Start of Provided entries

"""Marks on a pygame surface, with smooth edges where that costs little. Needs no display."""

from __future__ import annotations

import math
from collections.abc import Iterable
from functools import lru_cache

import numpy as np
import pygame

from swarmpush.viewing.marks import Circle, FloatArray, Line, Mark, Polygon, Text

SUBPIXELS = 4  # places within a pixel at which discs are kept, so that slow ones do not jerk
THIN = 1.6  # px: up to here a line is one smooth line
SMOOTH = 4.0  # px: up to here it is several side by side
CENTRES = 0.5  # px: pygame's smooth lines take places from the middle of the first pixel
DEFAULT_FONT_SHARE = 0.6875  # by which pygame draws its own font smaller than asked for


def paint(
    surface: pygame.Surface,
    marks: Iterable[Mark],
    offset: tuple[float, float] = (0.0, 0.0),
    size: tuple[float, float] | None = None,
) -> None:
    """Draw marks in their order.

    Arguments:
        surface: to draw on. marks: what to draw. offset: where their picture's upper left corner is, px. size: of their
            picture; what lies outside is cut off. None: nothing is.
    """
    before = surface.get_clip()
    if size is not None:
        surface.set_clip(pygame.Rect(*map(round, (*offset, *size))).clip(before))
    for mark in marks:
        if isinstance(mark, Circle):
            _circle(surface, mark, offset)
        elif isinstance(mark, Polygon):
            _polygon(surface, mark, offset)
        elif isinstance(mark, Line):
            _line(surface, mark.points + offset, mark.colour, mark.width)
        else:
            _text(surface, mark, offset)
    surface.set_clip(before)


def _polygon(surface: pygame.Surface, mark: Polygon, offset: tuple[float, float]) -> None:
    points = mark.points + offset
    if mark.fill is not None:
        if _is_box(mark.points):
            low, high = np.rint(points.min(axis=0)), np.rint(points.max(axis=0))
            surface.fill(mark.fill, pygame.Rect(*low.tolist(), *(high - low).tolist()))
        else:
            corners = points.tolist()
            pygame.draw.polygon(surface, mark.fill, corners)
            if mark.edge is None:
                pygame.draw.aalines(surface, mark.fill, True, (points - CENTRES).tolist())
    if mark.edge is not None:
        if mark.width <= THIN:
            pygame.draw.aalines(surface, mark.edge, True, (points - CENTRES).tolist())
        else:
            _line(surface, np.vstack([points, points[:1]]), mark.edge, mark.width, is_closed=True)


def _is_box(points: FloatArray) -> bool:
    """Whether an outline is a rectangle along the picture's sides."""
    if len(points) != 4:
        return False
    (a, b), (c, d), (e, f), (g, h) = points.tolist()
    return bool(b == d and c == e and f == h and a == g)


def _line(surface: pygame.Surface, points: FloatArray, colour: str, width: float, *, is_closed: bool = False) -> None:
    if width <= THIN:
        pygame.draw.aalines(surface, colour, False, (points - CENTRES).tolist())
        return
    if len(points) == 2 and width <= SMOOTH:
        _stroke(surface, points.tolist(), colour, width)
        return
    ways = np.diff(points, axis=0)
    lengths = np.hypot(ways[:, 0], ways[:, 1])
    keep = lengths > 0.0
    if not keep.any():
        return
    ways, lengths = ways[keep], lengths[keep]
    points = np.vstack([points[:-1][keep], points[-1]])
    aside = np.column_stack([-ways[:, 1], ways[:, 0]]) / lengths[:, None] * (width / 2)
    if width <= SMOOTH and not (ways == 0.0).any(axis=1).all():
        _side_by_side(surface, points, aside, colour, width, is_closed)
        return
    for a, b, n in zip(points[:-1], points[1:], aside, strict=True):
        if a[0] == b[0] or a[1] == b[1]:  # along the picture's sides: sharp
            low = np.minimum(a, b) - abs(n)
            high = np.maximum(a, b) + abs(n)
            extent = np.maximum(np.rint(high - low), 1.0)
            surface.fill(colour, pygame.Rect(*np.rint(low).tolist(), *extent.tolist()))
        else:
            n = n * (1.0 - 1.0 / width)  # the smooth edge adds half a pixel on either side
            _filled(surface, np.array([a + n, b + n, b - n, a - n]), colour)
    joints = points[:-1] if is_closed else points[1:-1]
    for x, y in joints.tolist():
        _circle(surface, Circle(x, y, width / 2, colour), (0.0, 0.0))


def _stroke(surface: pygame.Surface, ends: list[list[float]], colour: str, width: float) -> None:
    """A straight line of a few pixels: a bar along the picture's sides, else smooth lines side by side.

    Most lines are of this kind, and there are many; plain arithmetic is faster here than arrays.
    """
    (ax, ay), (bx, by) = ends
    if ax == bx or ay == by:
        half_x, half_y = (width / 2, 0.0) if ax == bx else (0.0, width / 2)
        left, top = min(ax, bx) - half_x, min(ay, by) - half_y
        across, down = abs(bx - ax) + 2 * half_x, abs(by - ay) + 2 * half_y
        surface.fill(colour, (round(left), round(top), max(round(across), 1), max(round(down), 1)))
        return
    length = math.hypot(bx - ax, by - ay)
    n = math.ceil(width)
    for k in range(n):
        share = (k / (n - 1) - 0.5) * (width - 1.0) / length
        right, down = (ay - by) * share - CENTRES, (bx - ax) * share - CENTRES
        pygame.draw.aaline(surface, colour, (ax + right, ay + down), (bx + right, by + down))


def _side_by_side(
    surface: pygame.Surface, points: FloatArray, aside: FloatArray, colour: str, width: float, is_closed: bool
) -> None:
    """A line of a few pixels as smooth lines beside each other, which meet in full corners."""
    first, last = (aside[-1:], aside[:1]) if is_closed else (aside[:1], aside[-1:])
    before, after = np.vstack([first, aside]), np.vstack([aside, last])
    middle = before + after
    # the corner's point lies where both sides' parallels meet, but not far out where a line turns back on itself
    bend = np.maximum((middle * middle).sum(axis=1) / (2.0 * (aside[0] @ aside[0])), 0.5)
    corners = middle / bend[:, None]
    for share in np.linspace(-1.0, 1.0, math.ceil(width)) * (1.0 - 1.0 / width):
        pygame.draw.aalines(surface, colour, False, (points + share * corners - CENTRES).tolist())


def _filled(surface: pygame.Surface, points: FloatArray, colour: str) -> None:
    corners = (points - CENTRES).tolist()
    pygame.draw.polygon(surface, colour, corners)
    pygame.draw.aalines(surface, colour, True, corners)


def _circle(surface: pygame.Surface, mark: Circle, offset: tuple[float, float]) -> None:
    radius = round(mark.radius * SUBPIXELS) / SUBPIXELS
    if radius <= 0.0:
        return
    x, y = round((mark.x + offset[0]) * SUBPIXELS), round((mark.y + offset[1]) * SUBPIXELS)
    disc, middle = _disc(radius, mark.fill, mark.edge, mark.width, x % SUBPIXELS, y % SUBPIXELS)
    surface.blit(disc, (x // SUBPIXELS - middle, y // SUBPIXELS - middle))


@lru_cache(maxsize=4096)
def _disc(
    radius: float, fill: str | None, edge: str | None, width: float, x_part: int, y_part: int
) -> tuple[pygame.Surface, int]:
    """A picture of a circle whose centre lies a part of a pixel beyond the corner of its middle pixel, and that pixel.

    A pixel's cover is how far it reaches over the circle's edge, which is exact but for the edge's bend within it.
    """
    middle = int(np.ceil(radius)) + 1
    pixels = np.arange(2 * middle + 1) + 0.5 - middle
    away = np.hypot(*np.meshgrid(pixels - x_part / SUBPIXELS, pixels - y_part / SUBPIXELS, indexing="ij"))
    cover = np.clip(radius - away + 0.5, 0.0, 1.0)
    has_edge = edge is not None and width > 0.0
    inner = np.clip(radius - width - away + 0.5, 0.0, 1.0) if has_edge else cover
    inside = np.array(pygame.Color(fill or edge or "white")[:3], dtype=np.float64)
    rim = np.array(pygame.Color(edge or fill or "white")[:3], dtype=np.float64)
    alpha = cover if fill is not None else np.clip(cover - inner, 0.0, 1.0)
    share = (inner / np.maximum(cover, 1e-9))[..., None]
    picture = pygame.Surface((len(pixels), len(pixels)), pygame.SRCALPHA, 32)
    pygame.surfarray.pixels3d(picture)[...] = np.rint(share * inside + (1.0 - share) * rim)
    pygame.surfarray.pixels_alpha(picture)[...] = np.rint(255 * alpha)
    return picture, middle


def _text(surface: pygame.Surface, mark: Text, offset: tuple[float, float]) -> None:
    picture = _letters(mark.text, round(mark.size), mark.colour)
    width, height = picture.get_size()
    left = 0.0 if "w" in mark.anchor else width if "e" in mark.anchor else width / 2
    up = 0.0 if "n" in mark.anchor else height if "s" in mark.anchor else height / 2
    surface.blit(picture, (round(mark.x + offset[0] - left), round(mark.y + offset[1] - up)))


@lru_cache(maxsize=1024)
def _letters(text: str, size: int, colour: str) -> pygame.Surface:
    return _font(size).render(text, True, colour)


@lru_cache(maxsize=64)
def _font(size: int) -> pygame.font.Font:
    """pygame's own font, which is the same everywhere."""
    pygame.font.init()
    return pygame.font.Font(None, round(size / DEFAULT_FONT_SHARE))


def text_size(text: str, size: float) -> tuple[int, int]:
    """Width and height of a text as it is drawn, px."""
    return _font(round(size)).size(text)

End of Provided entries

Task prompt
Reproduce, unchanged, the line containing "and that pixel." and each line after it through the end of the listing above, and nothing else.

Solution to the problem
    """A picture of a circle whose centre lies a part of a pixel beyond the corner of its middle pixel, and that pixel.

    A pixel's cover is how far it reaches over the circle's edge, which is exact but for the edge's bend within it.
    """
    middle = int(np.ceil(radius)) + 1
    pixels = np.arange(2 * middle + 1) + 0.5 - middle
    away = np.hypot(*np.meshgrid(pixels - x_part / SUBPIXELS, pixels - y_part / SUBPIXELS, indexing="ij"))
    cover = np.clip(radius - away + 0.5, 0.0, 1.0)
    has_edge = edge is not None and width > 0.0
    inner = np.clip(radius - width - away + 0.5, 0.0, 1.0) if has_edge else cover
    inside = np.array(pygame.Color(fill or edge or "white")[:3], dtype=np.float64)
    rim = np.array(pygame.Color(edge or fill or "white")[:3], dtype=np.float64)
    alpha = cover if fill is not None else np.clip(cover - inner, 0.0, 1.0)
    share = (inner / np.maximum(cover, 1e-9))[..., None]
    picture = pygame.Surface((len(pixels), len(pixels)), pygame.SRCALPHA, 32)
    pygame.surfarray.pixels3d(picture)[...] = np.rint(share * inside + (1.0 - share) * rim)
    pygame.surfarray.pixels_alpha(picture)[...] = np.rint(255 * alpha)
    return picture, middle


def _text(surface: pygame.Surface, mark: Text, offset: tuple[float, float]) -> None:
    picture = _letters(mark.text, round(mark.size), mark.colour)
    width, height = picture.get_size()
    left = 0.0 if "w" in mark.anchor else width if "e" in mark.anchor else width / 2
    up = 0.0 if "n" in mark.anchor else height if "s" in mark.anchor else height / 2
    surface.blit(picture, (round(mark.x + offset[0] - left), round(mark.y + offset[1] - up)))


@lru_cache(maxsize=1024)
def _letters(text: str, size: int, colour: str) -> pygame.Surface:
    return _font(size).render(text, True, colour)


@lru_cache(maxsize=64)
def _font(size: int) -> pygame.font.Font:
    """pygame's own font, which is the same everywhere."""
    pygame.font.init()
    return pygame.font.Font(None, round(size / DEFAULT_FONT_SHARE))


def text_size(text: str, size: float) -> tuple[int, int]:
    """Width and height of a text as it is drawn, px."""
    return _font(round(size)).size(text)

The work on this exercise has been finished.